• Work to complete:
Taking the line with "sessions of one" as the first and the line with "if c.Value == nil" as the last, set down exactly every line in that range from the entries below, and no more.

+ + +

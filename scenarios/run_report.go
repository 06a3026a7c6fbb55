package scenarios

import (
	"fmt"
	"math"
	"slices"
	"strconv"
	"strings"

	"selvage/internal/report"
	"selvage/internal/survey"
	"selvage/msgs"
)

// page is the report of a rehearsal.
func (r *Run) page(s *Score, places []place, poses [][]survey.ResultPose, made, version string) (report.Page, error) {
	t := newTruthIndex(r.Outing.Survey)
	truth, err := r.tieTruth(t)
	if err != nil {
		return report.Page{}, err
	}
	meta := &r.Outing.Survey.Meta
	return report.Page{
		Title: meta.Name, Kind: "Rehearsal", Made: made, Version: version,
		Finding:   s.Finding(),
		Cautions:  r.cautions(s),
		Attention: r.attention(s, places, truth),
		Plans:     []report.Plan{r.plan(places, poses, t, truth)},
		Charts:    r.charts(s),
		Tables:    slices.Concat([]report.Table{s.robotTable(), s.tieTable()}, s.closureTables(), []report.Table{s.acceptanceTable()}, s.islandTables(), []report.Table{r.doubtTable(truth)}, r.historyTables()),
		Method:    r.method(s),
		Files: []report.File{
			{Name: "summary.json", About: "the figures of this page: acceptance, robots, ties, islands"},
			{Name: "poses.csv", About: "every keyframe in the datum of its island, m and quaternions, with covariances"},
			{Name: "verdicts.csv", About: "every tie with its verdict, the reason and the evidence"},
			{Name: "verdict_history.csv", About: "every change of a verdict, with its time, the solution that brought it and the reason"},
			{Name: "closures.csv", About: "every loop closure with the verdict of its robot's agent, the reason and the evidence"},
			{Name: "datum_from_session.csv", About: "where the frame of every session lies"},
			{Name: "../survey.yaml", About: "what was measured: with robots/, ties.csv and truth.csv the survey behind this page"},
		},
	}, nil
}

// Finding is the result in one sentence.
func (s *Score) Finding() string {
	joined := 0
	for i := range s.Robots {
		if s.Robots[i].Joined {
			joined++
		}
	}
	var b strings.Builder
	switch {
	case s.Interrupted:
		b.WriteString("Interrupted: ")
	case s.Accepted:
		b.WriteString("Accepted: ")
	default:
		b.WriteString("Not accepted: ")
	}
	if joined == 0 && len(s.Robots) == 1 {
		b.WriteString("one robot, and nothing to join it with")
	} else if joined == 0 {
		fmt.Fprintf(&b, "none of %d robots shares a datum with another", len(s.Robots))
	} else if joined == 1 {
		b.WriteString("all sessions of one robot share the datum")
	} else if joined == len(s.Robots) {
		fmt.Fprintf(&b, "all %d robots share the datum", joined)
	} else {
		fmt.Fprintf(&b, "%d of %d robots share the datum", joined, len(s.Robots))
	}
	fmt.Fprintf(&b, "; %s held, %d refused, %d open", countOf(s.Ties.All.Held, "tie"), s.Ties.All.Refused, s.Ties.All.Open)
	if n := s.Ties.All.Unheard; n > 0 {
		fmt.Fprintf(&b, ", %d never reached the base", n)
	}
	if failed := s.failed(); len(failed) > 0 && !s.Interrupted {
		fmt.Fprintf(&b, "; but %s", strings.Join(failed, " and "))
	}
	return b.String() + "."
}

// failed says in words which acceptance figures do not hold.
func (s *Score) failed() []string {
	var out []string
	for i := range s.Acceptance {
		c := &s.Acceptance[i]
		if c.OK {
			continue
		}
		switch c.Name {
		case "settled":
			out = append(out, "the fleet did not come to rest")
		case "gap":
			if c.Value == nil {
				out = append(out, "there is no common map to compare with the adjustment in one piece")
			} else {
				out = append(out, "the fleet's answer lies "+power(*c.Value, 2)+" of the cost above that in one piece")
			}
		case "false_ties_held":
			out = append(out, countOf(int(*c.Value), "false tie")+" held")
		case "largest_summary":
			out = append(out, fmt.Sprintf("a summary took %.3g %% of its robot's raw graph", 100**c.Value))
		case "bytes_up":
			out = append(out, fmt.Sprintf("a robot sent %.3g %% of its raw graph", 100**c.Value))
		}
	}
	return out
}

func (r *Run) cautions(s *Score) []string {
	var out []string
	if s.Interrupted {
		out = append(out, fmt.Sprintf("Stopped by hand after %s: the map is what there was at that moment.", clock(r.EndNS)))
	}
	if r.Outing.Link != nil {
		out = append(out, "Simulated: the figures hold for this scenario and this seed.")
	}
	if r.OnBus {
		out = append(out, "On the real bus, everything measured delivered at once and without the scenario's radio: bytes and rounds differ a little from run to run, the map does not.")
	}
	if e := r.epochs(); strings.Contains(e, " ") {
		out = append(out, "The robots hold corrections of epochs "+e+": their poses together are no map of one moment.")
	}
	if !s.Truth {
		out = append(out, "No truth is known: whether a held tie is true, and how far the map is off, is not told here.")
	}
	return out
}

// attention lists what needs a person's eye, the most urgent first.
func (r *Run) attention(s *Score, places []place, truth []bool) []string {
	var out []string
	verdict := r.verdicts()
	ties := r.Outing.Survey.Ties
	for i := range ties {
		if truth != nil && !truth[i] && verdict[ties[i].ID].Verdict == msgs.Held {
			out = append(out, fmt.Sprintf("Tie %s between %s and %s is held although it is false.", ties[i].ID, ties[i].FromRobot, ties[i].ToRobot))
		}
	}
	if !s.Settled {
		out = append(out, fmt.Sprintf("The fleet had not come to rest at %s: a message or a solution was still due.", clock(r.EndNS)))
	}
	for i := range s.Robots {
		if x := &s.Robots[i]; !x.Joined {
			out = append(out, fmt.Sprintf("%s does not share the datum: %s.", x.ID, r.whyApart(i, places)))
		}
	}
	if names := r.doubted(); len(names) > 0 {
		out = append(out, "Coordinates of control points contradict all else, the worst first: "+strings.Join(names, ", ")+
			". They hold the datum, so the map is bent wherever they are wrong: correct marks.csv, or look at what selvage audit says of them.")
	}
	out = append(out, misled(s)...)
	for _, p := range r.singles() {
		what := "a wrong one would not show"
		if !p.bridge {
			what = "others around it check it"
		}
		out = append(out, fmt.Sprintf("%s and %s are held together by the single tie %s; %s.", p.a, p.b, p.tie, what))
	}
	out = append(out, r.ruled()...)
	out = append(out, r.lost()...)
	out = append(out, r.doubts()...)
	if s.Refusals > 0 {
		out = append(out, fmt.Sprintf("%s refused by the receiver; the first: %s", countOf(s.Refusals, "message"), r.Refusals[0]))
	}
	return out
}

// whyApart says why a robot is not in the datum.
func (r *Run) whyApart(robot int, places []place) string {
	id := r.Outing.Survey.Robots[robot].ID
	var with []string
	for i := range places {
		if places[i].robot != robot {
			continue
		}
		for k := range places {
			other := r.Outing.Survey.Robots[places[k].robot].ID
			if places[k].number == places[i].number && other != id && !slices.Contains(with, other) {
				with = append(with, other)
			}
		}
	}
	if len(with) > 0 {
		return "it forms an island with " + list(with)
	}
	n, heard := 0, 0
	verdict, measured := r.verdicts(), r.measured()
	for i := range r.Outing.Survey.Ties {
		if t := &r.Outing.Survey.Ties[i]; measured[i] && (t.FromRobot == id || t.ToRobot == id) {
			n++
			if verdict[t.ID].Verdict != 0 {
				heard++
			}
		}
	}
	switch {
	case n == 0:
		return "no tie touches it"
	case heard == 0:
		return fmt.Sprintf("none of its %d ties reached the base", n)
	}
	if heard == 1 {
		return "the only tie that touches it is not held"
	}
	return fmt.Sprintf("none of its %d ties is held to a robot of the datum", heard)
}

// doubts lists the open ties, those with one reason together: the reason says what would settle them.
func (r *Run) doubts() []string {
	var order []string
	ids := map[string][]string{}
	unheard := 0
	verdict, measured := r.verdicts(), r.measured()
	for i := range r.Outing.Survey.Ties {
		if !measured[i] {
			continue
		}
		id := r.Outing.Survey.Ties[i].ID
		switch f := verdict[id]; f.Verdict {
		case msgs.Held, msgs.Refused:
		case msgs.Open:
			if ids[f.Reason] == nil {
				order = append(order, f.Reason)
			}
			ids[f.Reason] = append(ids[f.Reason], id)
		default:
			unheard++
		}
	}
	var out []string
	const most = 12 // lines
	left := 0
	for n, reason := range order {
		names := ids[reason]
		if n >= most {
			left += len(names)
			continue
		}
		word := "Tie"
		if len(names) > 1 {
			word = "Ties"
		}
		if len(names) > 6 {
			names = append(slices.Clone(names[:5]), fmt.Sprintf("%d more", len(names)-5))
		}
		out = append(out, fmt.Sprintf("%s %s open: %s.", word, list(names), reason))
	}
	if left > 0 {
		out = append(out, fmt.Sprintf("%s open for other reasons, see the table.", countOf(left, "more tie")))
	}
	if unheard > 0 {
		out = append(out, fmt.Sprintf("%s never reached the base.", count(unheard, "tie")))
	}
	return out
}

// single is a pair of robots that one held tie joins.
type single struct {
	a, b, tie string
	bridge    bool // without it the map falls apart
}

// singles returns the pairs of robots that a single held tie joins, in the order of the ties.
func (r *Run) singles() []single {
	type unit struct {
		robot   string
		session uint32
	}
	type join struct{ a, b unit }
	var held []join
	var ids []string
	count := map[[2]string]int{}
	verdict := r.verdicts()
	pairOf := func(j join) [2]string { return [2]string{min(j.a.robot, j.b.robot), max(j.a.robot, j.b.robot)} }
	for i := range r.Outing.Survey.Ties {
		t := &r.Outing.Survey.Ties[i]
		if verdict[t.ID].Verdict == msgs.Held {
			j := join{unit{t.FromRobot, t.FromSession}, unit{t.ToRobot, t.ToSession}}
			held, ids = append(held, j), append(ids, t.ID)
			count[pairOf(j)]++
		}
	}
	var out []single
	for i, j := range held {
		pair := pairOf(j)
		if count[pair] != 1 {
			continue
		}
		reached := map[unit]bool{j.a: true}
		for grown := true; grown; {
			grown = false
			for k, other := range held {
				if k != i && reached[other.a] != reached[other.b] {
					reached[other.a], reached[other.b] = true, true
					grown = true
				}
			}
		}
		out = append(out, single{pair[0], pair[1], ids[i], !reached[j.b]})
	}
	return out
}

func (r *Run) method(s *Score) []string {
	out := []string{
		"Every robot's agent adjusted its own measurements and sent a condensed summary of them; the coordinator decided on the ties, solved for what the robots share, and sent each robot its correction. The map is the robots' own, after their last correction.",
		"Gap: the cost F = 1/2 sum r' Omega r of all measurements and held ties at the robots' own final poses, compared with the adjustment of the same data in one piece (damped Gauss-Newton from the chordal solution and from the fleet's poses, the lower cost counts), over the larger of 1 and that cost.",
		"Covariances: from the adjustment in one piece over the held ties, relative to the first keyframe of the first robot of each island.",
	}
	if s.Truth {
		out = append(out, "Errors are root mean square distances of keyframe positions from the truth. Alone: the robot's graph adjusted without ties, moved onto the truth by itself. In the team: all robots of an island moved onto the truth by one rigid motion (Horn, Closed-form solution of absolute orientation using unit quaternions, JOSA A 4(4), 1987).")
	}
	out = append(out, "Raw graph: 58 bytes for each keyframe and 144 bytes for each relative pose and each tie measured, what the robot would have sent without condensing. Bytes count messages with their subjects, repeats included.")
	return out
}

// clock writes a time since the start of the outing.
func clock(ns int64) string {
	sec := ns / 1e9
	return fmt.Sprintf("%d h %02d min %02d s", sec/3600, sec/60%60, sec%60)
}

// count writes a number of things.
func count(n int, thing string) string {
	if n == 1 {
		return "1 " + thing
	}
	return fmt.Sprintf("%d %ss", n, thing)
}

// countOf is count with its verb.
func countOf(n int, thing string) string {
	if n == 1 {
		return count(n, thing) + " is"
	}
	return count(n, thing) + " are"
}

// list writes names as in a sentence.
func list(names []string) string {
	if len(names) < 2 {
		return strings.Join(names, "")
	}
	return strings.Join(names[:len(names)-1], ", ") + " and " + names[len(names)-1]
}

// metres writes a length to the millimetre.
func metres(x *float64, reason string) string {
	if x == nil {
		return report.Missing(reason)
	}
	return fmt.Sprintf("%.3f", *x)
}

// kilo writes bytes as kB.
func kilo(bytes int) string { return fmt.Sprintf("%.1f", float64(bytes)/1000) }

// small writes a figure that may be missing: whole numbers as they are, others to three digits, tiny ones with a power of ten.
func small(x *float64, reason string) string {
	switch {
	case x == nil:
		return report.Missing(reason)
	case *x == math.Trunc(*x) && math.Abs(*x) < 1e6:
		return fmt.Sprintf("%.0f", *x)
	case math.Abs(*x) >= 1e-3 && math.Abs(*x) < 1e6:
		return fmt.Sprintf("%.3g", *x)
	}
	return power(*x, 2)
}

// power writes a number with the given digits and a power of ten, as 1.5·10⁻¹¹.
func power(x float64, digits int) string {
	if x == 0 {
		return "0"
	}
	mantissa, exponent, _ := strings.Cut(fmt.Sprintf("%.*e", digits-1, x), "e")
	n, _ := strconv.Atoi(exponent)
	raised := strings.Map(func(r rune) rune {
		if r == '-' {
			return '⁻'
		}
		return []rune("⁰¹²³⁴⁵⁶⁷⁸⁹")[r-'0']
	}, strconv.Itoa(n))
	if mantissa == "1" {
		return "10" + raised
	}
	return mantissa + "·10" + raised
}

+ + +

• Answer space:
		b.WriteString("all sessions of one robot share the datum")
	} else if joined == len(s.Robots) {
		fmt.Fprintf(&b, "all %d robots share the datum", joined)
	} else {
		fmt.Fprintf(&b, "%d of %d robots share the datum", joined, len(s.Robots))
	}
	fmt.Fprintf(&b, "; %s held, %d refused, %d open", countOf(s.Ties.All.Held, "tie"), s.Ties.All.Refused, s.Ties.All.Open)
	if n := s.Ties.All.Unheard; n > 0 {
		fmt.Fprintf(&b, ", %d never reached the base", n)
	}
	if failed := s.failed(); len(failed) > 0 && !s.Interrupted {
		fmt.Fprintf(&b, "; but %s", strings.Join(failed, " and "))
	}
	return b.String() + "."
}

// failed says in words which acceptance figures do not hold.
func (s *Score) failed() []string {
	var out []string
	for i := range s.Acceptance {
		c := &s.Acceptance[i]
		if c.OK {
			continue
		}
		switch c.Name {
		case "settled":
			out = append(out, "the fleet did not come to rest")
		case "gap":
			if c.Value == nil {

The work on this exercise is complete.